The missile will be produced in two versions. The land version has already been tested. The infrared version of the missile uses a "thermal intelligent vision" to attack its target.

==Testing==

- The Amogha-I missile has a range of 2.5 to 2.8 km. It was reported that two missiles were tested in September 2015 at the Babina Army Range in Madhya Pradesh. Both missiles hit their targets in the test. These tests found no significant difference between this missile and other anti-tank missiles. The performance of the missile is measured by both the gunner and commander of the Advanced Target Acquisition systems.
- On 14 October 2017, the Amogha-II missile was successfully test fired for the first time using a launcher on the ground.
- On 26 March 2023, BDL successfully test fired Amogha-III meeting all mission objectives.
- On 21 February 2024, Indian Army's Battle Axe Division (12 Infantry Division, part of XII Corps) tested the 2.5 km range ATGM in Jaisalmer district. The missile was fired from man portable tripod. The missile uses a tandem high-explosive anti-tank (HEAT) warhead to neutralise vehicles with explosive reactive armour (ERA).

== Variant ==

=== Amogha-II ===
Amogha-II uses Semi Automatic Command to Line of Sight (SACLOS) with a radio frequency seeker.

=== Amogha-III ===
On 7 February 2020, BDL unveiled third generation man portable Amogha-III ATGM at Defexpo 2020 in Lucknow. The missile has conventional cylindrical body, eight mid-body foldable fins and four larger aft fins for flight stabilization. It is powered by dual-thrust rocket motor with thrust vector control and burns smokeless propellant. The terminal seeker has dual mode imaging infrared (IIR) and electro-optical (EO) assembly. Amogha-III can hit the target at top attack and direct attack mode.
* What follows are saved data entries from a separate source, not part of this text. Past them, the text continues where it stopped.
def compute(rig, design, plan) -> ImageSection | None:
    """The ``image`` section, or None without a layout, a lens and a pixel pitch."""
    opt, cam = rig.optics, rig.camera
    if opt is None or opt.layout is None or cam is None or cam.lens is None \
            or cam.pixel_pitch is None or plan.timing is None:
        return None
    double = opt.layout == "double-pass"
    f, d = opt.focal_length, opt.mirror_diameter
    u = imaging.lens_object_distance(double, f)
    m = imaging.magnification(cam.lens.focal_length, u)
    pixel = imaging.object_pixel(cam.pixel_pitch, m)
    given_pixel = cam.object_pixel if "object_pixel" in cam.model_fields_set else None
    fov_w = imaging.field_of_view(cam.pixel_pitch, cam.width_px, m) if cam.width_px else None
    fov_h = imaging.field_of_view(cam.pixel_pitch, cam.height_px, m) if cam.height_px else None
    sensor_h = cam.pixel_pitch * cam.height_px if cam.height_px else None
    fill = imaging.sensor_fill(d, m, sensor_h) if sensor_h else None
    fill_f = imaging.filling_focal_length(d, sensor_h, u) if sensor_h else None

    src_w, src_h = _source(rig)
    f2 = opt.cutoff_distance
    img_h = imaging.source_image_size(src_h, f2, f2) if src_h else opt.cutoff_opening / (
        1.0 - opt.cut_fraction)
    img_w = imaging.source_image_size(src_w, f2, f2) if src_w else img_h
    rod = opt.cutoff == "rod"
    width = opt.cutoff_width or 0.0
    a = opt.cutoff_opening
    lam = opt.light_wavelength
    blur = cutoff_blur(rig)
    speed = plan.air.speed_of_sound_m_s
    sound_wl = speed / plan.timing.drive_frequency_hz
    order = 2 if rod else 1
    aperture = img_h if rod else a
    diffraction = imaging.diffraction_resolution(lam, f2, aperture)
    lens_airy = 2.44 * lam * cam.lens.f_number / m
    resolution = max(float(diffraction), 2.0 * cam.binning * float(pixel), float(lens_airy))
    split = blur_astig = coma = None
    if not double:
        split = 2.0 * imaging.astigmatic_split(f, opt.offset_angle)
        blur_astig = imaging.astigmatic_blur(split, d, f)
        coma = imaging.coma_length(d, f, opt.offset_angle)
    dbl = None
    if double and opt.test_distance is not None:
        dbl = imaging.double_image_offset(opt.source_separation, 2.0 * f, opt.test_distance)
    separation = opt.mirror_separation or 2.0 * f
    bench = imaging.bench_length(double, f, d, cam.lens.focal_length, separation)
    pupil = cam.lens.focal_length / cam.lens.f_number
    lens_pass = cam_model.lens_pass(pupil, img_w, img_h)
    t0 = _cutoff("transmission", 0.0, img_h, rod, opt.cut_fraction, width, blur)
    rng = cut_model.linear_range(img_h, rod, opt.cut_fraction, width)

    section = ImageSection(
        layout=opt.layout, cutoff=opt.cutoff, magnification=float(m),
        object_pixel_m=float(pixel), object_pixel_given_m=given_pixel,
        field_of_view_m=_val(fov_w), field_of_view_height_m=_val(fov_h),
        sensor_fill=_val(fill), filling_focal_length_m=_val(fill_f),
        source_image_m=float(img_h), opening_m=float(a), cutoff_distance_m=float(f2),
        sensitivity_per_rad=0.0 if rod else float(imaging.sensitivity(f2, a)),
        measuring_range_rad=float(rng / f2), response_order=order,
        image_frequency_factor=order, resolution_m=resolution,
        diffraction_limit_m=float(diffraction), sound_wavelength_m=float(sound_wl),
        astigmatic_split_m=_val(split), astigmatic_blur_m=_val(blur_astig),
        coma_per_mirror_m=_val(coma), double_image_m=_val(dbl), bench_needed_m=float(bench),
        bench_length_m=opt.bench_length, lens_pass=float(lens_pass), deflection_rad=None,
        shift_amplitude_m=None, saturated=None, background_transmission=float(t0),
        fundamental=None, second_harmonic=None,
    )

    optics = plan.optics
    retention = plan.exposure.retention if plan.exposure is not None else 1.0
    if optics is not None and optics.deflection_rad is not None:
        eps = optics.deflection_rad
        shift = f2 * np.asarray(eps)
        mean, first, second = _cutoff("harmonics", shift, img_h, rod, opt.cut_fraction, width,
                                      blur)
        section.deflection_rad = _val(eps)
        section.shift_amplitude_m = _val(shift)
        section.saturated = _flag(shift > rng)
        section.fundamental = _val(first)
        section.second_harmonic = _val(second)
        # the highest harmonic the phase sweep must resolve, and the fewest equal steps
        # that do (N steps resolve orders up to (N - 1) / 2: physics/demod.py)
        amps = _cutoff("harmonic_amplitudes", shift, img_h, rod, opt.cut_fraction, width, blur,
                       HARMONICS_CHECKED)
        top = demod.highest_significant_order(amps, order, ALIAS_FRACTION)
        section.harmonic_order = _int(top)
        section.min_phase_steps = _int(demod.min_steps(top))
    _light_budget(rig, design, plan, section, img_w, img_h, lens_pass, retention)
    return section
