/** Liveness: the process is up and serving. No sign-in, no database. */
import type { APIRoute } from 'astro';
import { json } from '@lib/server/http';

export const GET: APIRoute = () => json({ status: 'up', uptimeSeconds: Math.round(process.uptime()) });
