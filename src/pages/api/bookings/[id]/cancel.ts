import { json, requireSignedIn, route, HttpError } from '../../../../lib/server/http';
import { cancelBooking } from '../../../../lib/server/bookings';
import { uuid } from '../../../../lib/schemas';

/** POST /api/bookings/:id/cancel → the cancelled booking (lateCancel true after the cut-off). */
export const POST = route(async ({ locals, params }) => {
  const person = requireSignedIn(locals);
  const id = uuid.safeParse(params.id);
  if (!id.success) throw new HttpError(404, 'not_found', 'No such booking.');
  return json(await cancelBooking(person, id.data));
});
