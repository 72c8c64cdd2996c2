/** Sign-out: a form POST from the page header (Astro's origin check refuses cross-site posts). */
import type { APIRoute } from 'astro';
import { endSession } from '@lib/server/auth-forms';

export const POST: APIRoute = (ctx) => {
  endSession(ctx);
  return ctx.redirect('/signin?signedout=1', 303);
};

export const GET: APIRoute = (ctx) => ctx.redirect('/', 303);
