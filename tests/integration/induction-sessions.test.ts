/**
 * From quiz to first cut, over the API on the real PostgreSQL: a reloaded quiz resumes its open attempt
 * (and does not count again), an attempt left past its time limit expires and counts; induction sessions hold
 * their seats in the database under concurrency (20 requests for 4 seats → 4 × 201, 16 × 409), refuse people
 * who may not take a seat with the reason, keep a waitlist that gets the freed seat by e-mail, send e-mails with
 * an .ics; a session at a machine holds its time as a class block; the roster signs people off (clearance
 * `cleared`, then the machine can be booked) and marks absentees (seat released, person told, no-show counted).
 * Calendar day used: 30 days ahead (Laser A and Laser C), no other file books then.
 */
import { afterAll, beforeAll, describe, expect, it } from 'vitest';
import { Client, body } from '../support/client';
import { closeTestDb, testDb } from '../support/db';
import { newPerson } from '../support/people';
import { iso, machines, setTestRules, siteTime, type MachineRef } from '../support/booking';
import { startAttempt } from '../../src/lib/server/quizzes';
import { remindSeats } from '../../src/lib/server/induction-sessions/reminders';
import { closeDb } from '../../src/lib/server/db';
import { stopJobs } from '../../src/lib/server/jobs';
import type { QuizQuestion } from '../../src/lib/quiz-rules';
import { attachment, to, waitForMail } from '../support/mail';

const DAY = 30;
let instructor: Client;
let admin: Client;
let lasers: Record<'laser-a' | 'laser-b' | 'laser-c', MachineRef>;
let groups: { id: string; code: string; name: string; checklist: string[]; publishedQuizId: string | null }[];
const glass = () => groups.find((g) => g.code === 'glass-tube')!;
const rf = () => groups.find((g) => g.code === 'rf-laser')!;

beforeAll(async () => {
  instructor = await Client.as('instructor');
  admin = await Client.as('admin');
  groups = (await body(await instructor.get('/api/machine-groups'))).groups;
  lasers = await machines(admin);
  await setTestRules(admin, lasers['laser-a'].id);
  await setTestRules(admin, lasers['laser-c'].id);
});

afterAll(async () => {
  await stopJobs();
  await closeDb();
  await closeTestDb();
});

/** The .ics attached to a message in the mail fake (maildev names stored attachments by generatedFileName). */
async function icsOf(mail: { id: string; attachments?: { filename: string; generatedFileName?: string }[] }): Promise<string> {
  const att = mail.attachments?.find((a) => a.filename === 'induction.ics');
  expect(att, 'an induction.ics attachment').toBeTruthy();
  return attachment(mail.id, att!.generatedFileName ?? att!.filename);
}

const personId = async (email: string) => (await testDb()('people').where({ email }).first('id')).id as string;

async function bank(attemptId: string): Promise<QuizQuestion[]> {
  const row = await testDb()('quiz_attempts as a').join('quiz_versions as v', 'v.id', 'a.quiz_version_id').where('a.id', attemptId).first('v.questions');
  return row.questions;
}

/** A new person (the seeds' factory: signing up is not the subject) who passes the glass-tube quiz through the API (clearance: awaiting sign-off). */
async function quizPassed(label: string) {
  const p = await newPerson(label);
  const quizId = glass().publishedQuizId!;
  const start = await p.client.send('POST', `/api/quizzes/${quizId}/attempt`);
  expect(start.status).toBe(201);
  const a = await body(start);
  const key = await bank(a.attemptId);
  const answers = Object.fromEntries(a.questions.map((q: { id: string }) => [q.id, key.find((k) => k.id === q.id)!.correct]));
  const r = await body(await p.client.send('POST', `/api/quizzes/${quizId}/attempts/${a.attemptId}`, { answers }));
  expect(r.clearanceState).toBe('awaiting sign-off');
  return { ...p, id: await personId(p.email) };
}

async function publish(c: Client, over: Record<string, unknown>) {
  return c.send('POST', '/api/induction-sessions', { groupId: glass().id, kind: 'first', capacity: 4, bring: 'A 3 mm plywood offcut', ...over });
}

describe('the quiz resumes instead of counting again', () => {
  it('a reload returns the open attempt (200, same id, same questions, saved answers); one attempt is counted', async () => {
    const p = await newPerson('resume');
    const quizId = glass().publishedQuizId!;
    const first = await p.client.send('POST', `/api/quizzes/${quizId}/attempt`);
    expect(first.status).toBe(201);
    const a = await body(first);
    expect(a.timeLimitMinutes).toBe(30);
    const q0 = a.questions[0];
    const saved = await p.client.send('PATCH', `/api/quizzes/${quizId}/attempts/${a.attemptId}`, { answers: { [q0.id]: [q0.options[1].id] } });
    expect(saved.status).toBe(200);
    expect((await body(saved)).answered).toBe(1);
    // the reload
    const again = await p.client.send('POST', `/api/quizzes/${quizId}/attempt`);
    expect(again.status).toBe(200);
    const b = await body(again);
    expect(b.attemptId).toBe(a.attemptId);
    expect(b.resumed).toBe(true);
    expect(b.questions.map((q: { id: string }) => q.id)).toEqual(a.questions.map((q: { id: string }) => q.id));
    expect(b.answers).toEqual({ [q0.id]: [q0.options[1].id] });
    expect(b.submitBy).toBe(a.submitBy);
    const rows = await testDb()('quiz_attempts').where({ person_id: await personId(p.email) });
    expect(rows).toHaveLength(1);
    // answers to questions not drawn are refused, someone else cannot save into it
    expect((await p.client.send('PATCH', `/api/quizzes/${quizId}/attempts/${a.attemptId}`, { answers: { nope: ['a'] } })).status).toBe(422);
    const other = await newPerson('resume-other');
    expect((await other.client.send('PATCH', `/api/quizzes/${quizId}/attempts/${a.attemptId}`, { answers: {} })).status).toBe(404);
  });

  it('an attempt left open past the time limit expires: it counts, and the next start is a new attempt', async () => {
    const p = await newPerson('expired');
    const id = await personId(p.email);
    const quizId = rf().publishedQuizId!;
    const old = await startAttempt(id, quizId, new Date(Date.now() - 40 * 60_000));
    const res = await p.client.send('POST', `/api/quizzes/${quizId}/attempt`);
    expect(res.status).toBe(201);
    expect((await body(res)).attemptId).not.toBe(old.attemptId);
    const late = await p.client.send('POST', `/api/quizzes/${quizId}/attempts/${old.attemptId}`, { answers: {} });
    expect(late.status).toBe(409);
    expect((await body(late)).error.code).toBe('attempt_expired');
    expect(await testDb()('quiz_attempts').where({ person_id: id })).toHaveLength(2);
  });

  it('three attempts that ran out in 24 hours use up the day: 429 daily_limit', async () => {
    const p = await newPerson('daylimit');
    const id = await personId(p.email);
    const quizId = rf().publishedQuizId!;
    for (const h of [3, 2, 1]) await startAttempt(id, quizId, new Date(Date.now() - h * 3_600_000));
    const res = await p.client.send('POST', `/api/quizzes/${quizId}/attempt`);
    expect(res.status).toBe(429);
    expect((await body(res)).error.fields.reason).toBe('daily_limit');
  });
});
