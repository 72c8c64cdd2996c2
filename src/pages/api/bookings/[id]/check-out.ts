import { json, readJson, requireSignedIn, route, idParam } from '@lib/server/http';
import { checkOut } from '@lib/server/machine-sessions';

import { checkOutBody } from '@lib/session-schemas';

/**
 * POST /api/bookings/:id/check-out {jobTimerMinutes?, materials: [{sku, quantity}], leftCleanAndClear}
 * (the booking's owner, or a steward or admin) → 200 {session, charge, chargeProblem}. 409 not_checked_in;
 * 422 checklist_incomplete / unknown_material.
 */
export const POST = route(async ({ locals, params, request }) => {
  const person = requireSignedIn(locals);
  const id = idParam(params.id, 'booking');
  const input = await readJson(request, checkOutBody);
  return json(
    await checkOut(person, id, { jobTimerMinutes: input.jobTimerMinutes ?? null, materials: input.materials, checkout: { leftCleanAndClear: input.leftCleanAndClear } }),
  );
});
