/** Readiness: 200 when the database, its schema and the job queue are all fine; 503 with each state when not. No sign-in. */
import type { APIRoute } from 'astro';
import { json } from '@lib/server/http';
import { readiness } from '@lib/server/health';

export const GET: APIRoute = async () => {
  const r = await readiness();
  return json({ status: r.ready ? 'ready' : 'not ready', checks: r.checks }, r.ready ? 200 : 503);
};
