import { json, readJson, requireSignedIn, route, idParam } from '@lib/server/http';
import { checkIn } from '@lib/server/machine-sessions';

import { checkInBody } from '@lib/session-schemas';

/**
 * POST /api/bookings/:id/check-in {checklist: {extractionOn, airAssistOn, lensClean, extinguisherInPlace, willStay}, coolantC}
 * → 200 the session. 403 not_your_booking / clearance_required; 409 too_early / booking_ended / machine_out_of_service /
 * machine_in_use; 422 checklist_incomplete / coolant_out_of_range.
 */
export const POST = route(async ({ locals, params, request }) => {
  const person = requireSignedIn(locals);
  const id = idParam(params.id, 'booking');
  const input = await readJson(request, checkInBody);
  return json(await checkIn(person, id, { checklist: input.checklist, coolantC: input.coolantC ?? null }));
});
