/** Sends a reset link when the address belongs to an open, active account; says nothing either way. */
export async function requestPasswordReset(emailRaw: string): Promise<void> {
  const email = emailRaw.trim().toLowerCase();
  const row = await db()('people').whereRaw('lower(email) = lower(?)', [email]).whereNull('closed_at').where({ active: true }).first('id', 'email', 'name');
  if (!row) return;
  const [site, base] = await Promise.all([getSettings(), publicBaseUrl()]);
  const minutes = env().RESET_LINK_MINUTES;
  await transaction(async (trx) => {
    const token = await issueToken(trx, row.id, 'reset', minutes * 60_000);
    await recordAudit(trx, { actorId: row.id, kind: 'password.reset_requested', subjectType: 'person', subjectId: row.id, summary: `Password reset link sent to ${row.name}` });
    await queueMail(trx, row.email, `${site.name}: reset your password`, {
      greeting: `Hello ${row.name},`,
      paragraphs: [
        `Someone asked to reset the password of your ${site.name} account. Open the link below to choose a new one; it works once, for ${minutes} minutes.`,
        'Setting a new password signs you out everywhere else.',
      ],
      action: { label: 'Choose a new password', url: `${base}/reset-password?token=${token}` },
      footnote: 'If you did not ask for this, ignore this message: your password stays as it is.',
    });
  });
}

/**
 * Sets a new password from a reset or invitation link: the link is used up, every other session ends, the
 * address counts as confirmed (the person proved they read its mail) and the sign-in counters are cleared.
 */
export async function completePasswordLink(token: string, password: string): Promise<Person> {
  const person = await transaction(async (trx) => {
    const t = await takeToken(trx, token, ['reset', 'invite']);
    const p = await trx('people').where({ id: t.personId }).forUpdate().first('id', 'email', 'name', 'active', 'closed_at');
    if (!p || !p.active || p.closed_at) throw new DomainError('gone', 'token_expired', 'This account is no longer open.');
    weakPassword(password, p);
    await trx('people')
      .where({ id: p.id })
      .update({ password_hash: await hashPassword(password), session_epoch: trx.raw('session_epoch + 1'), email_confirmed_at: trx.raw('coalesce(email_confirmed_at, now())'), updated_at: trx.fn.now() });
    await recordAudit(trx, {
      actorId: p.id,
      kind: t.purpose === 'invite' ? 'password.set_from_invitation' : 'password.reset',
      subjectType: 'person',
      subjectId: p.id,
      summary: t.purpose === 'invite' ? `${p.name} set a password from their invitation` : `${p.name} reset their password by e-mail link; other sessions ended`,
    });
    const fresh = await getPerson(p.id, trx);
    if (!fresh) throw new Error('person vanished');
    return fresh;
  });
  await clearSignInCounters(person.email);
  return person;
}

/** Changes the password of a signed-in person who knows the current one; other sessions end. */
export async function changePassword(personId: string, current: string, next: string): Promise<Person> {
  return transaction(async (trx) => {
    const p = await trx('people').where({ id: personId }).forUpdate().first('id', 'email', 'name', 'password_hash');
    if (!p) throw new DomainError('not_found', 'not_found', 'No person has that id.');
    if (!(await verifyPassword(p.password_hash, current))) throw new DomainError('forbidden', 'wrong_password', 'The current password is not right.');
    weakPassword(next, p);
    await trx('people').where({ id: p.id }).update({ password_hash: await hashPassword(next), session_epoch: trx.raw('session_epoch + 1'), updated_at: trx.fn.now() });
    await recordAudit(trx, { actorId: p.id, kind: 'password.changed', subjectType: 'person', subjectId: p.id, summary: `${p.name} changed their password; other sessions ended` });
    const fresh = await getPerson(p.id, trx);
    if (!fresh) throw new Error('person vanished');
    return fresh;
  });
}

// ------------------------------------------------------------------------------------------------
// Sign-up with confirmation, resend, invitation

async function queueConfirmation(trx: Knex.Transaction, person: { id: string; email: string; name: string }): Promise<void> {
  const [site, base] = await Promise.all([getSettings(), publicBaseUrl()]);
  const token = await issueToken(trx, person.id, 'confirm', CONFIRM_LINK_HOURS * 3_600_000);
  await queueMail(trx, person.email, `${site.name}: confirm your e-mail address`, {
    greeting: `Hello ${person.name},`,
    paragraphs: [
      `Thank you for joining ${site.name}. Confirm that this address is yours, then sign in with the password you chose.`,
      'To book a laser you first take a short safety quiz, then an instructor signs off your practical induction.',
    ],
    action: { label: 'Confirm my address', url: `${base}/confirm-email?token=${token}` },
    footnote: `The link works once, for ${CONFIRM_LINK_HOURS} hours. If you did not create this account, ignore this message.`,
  });
}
Target must be locked before launch. The missile uses an anti-armour tandem warhead that can penetrate 650 mm beyond Explosive Reactive Armour (ERA). Operational range is between 200-2500 m with 18 kg weight although BDL is planning to reduce it to 15-16 kg once the missile hits mass production. The complete system includes missile, tripod and a command launch unit (CLU) with remote operation capability.
== Further Developments ==
The Amogha will be configured to be used on HAL Rudra and HAL Prachand. Soon it will have land version, an air-launched version and a portable version.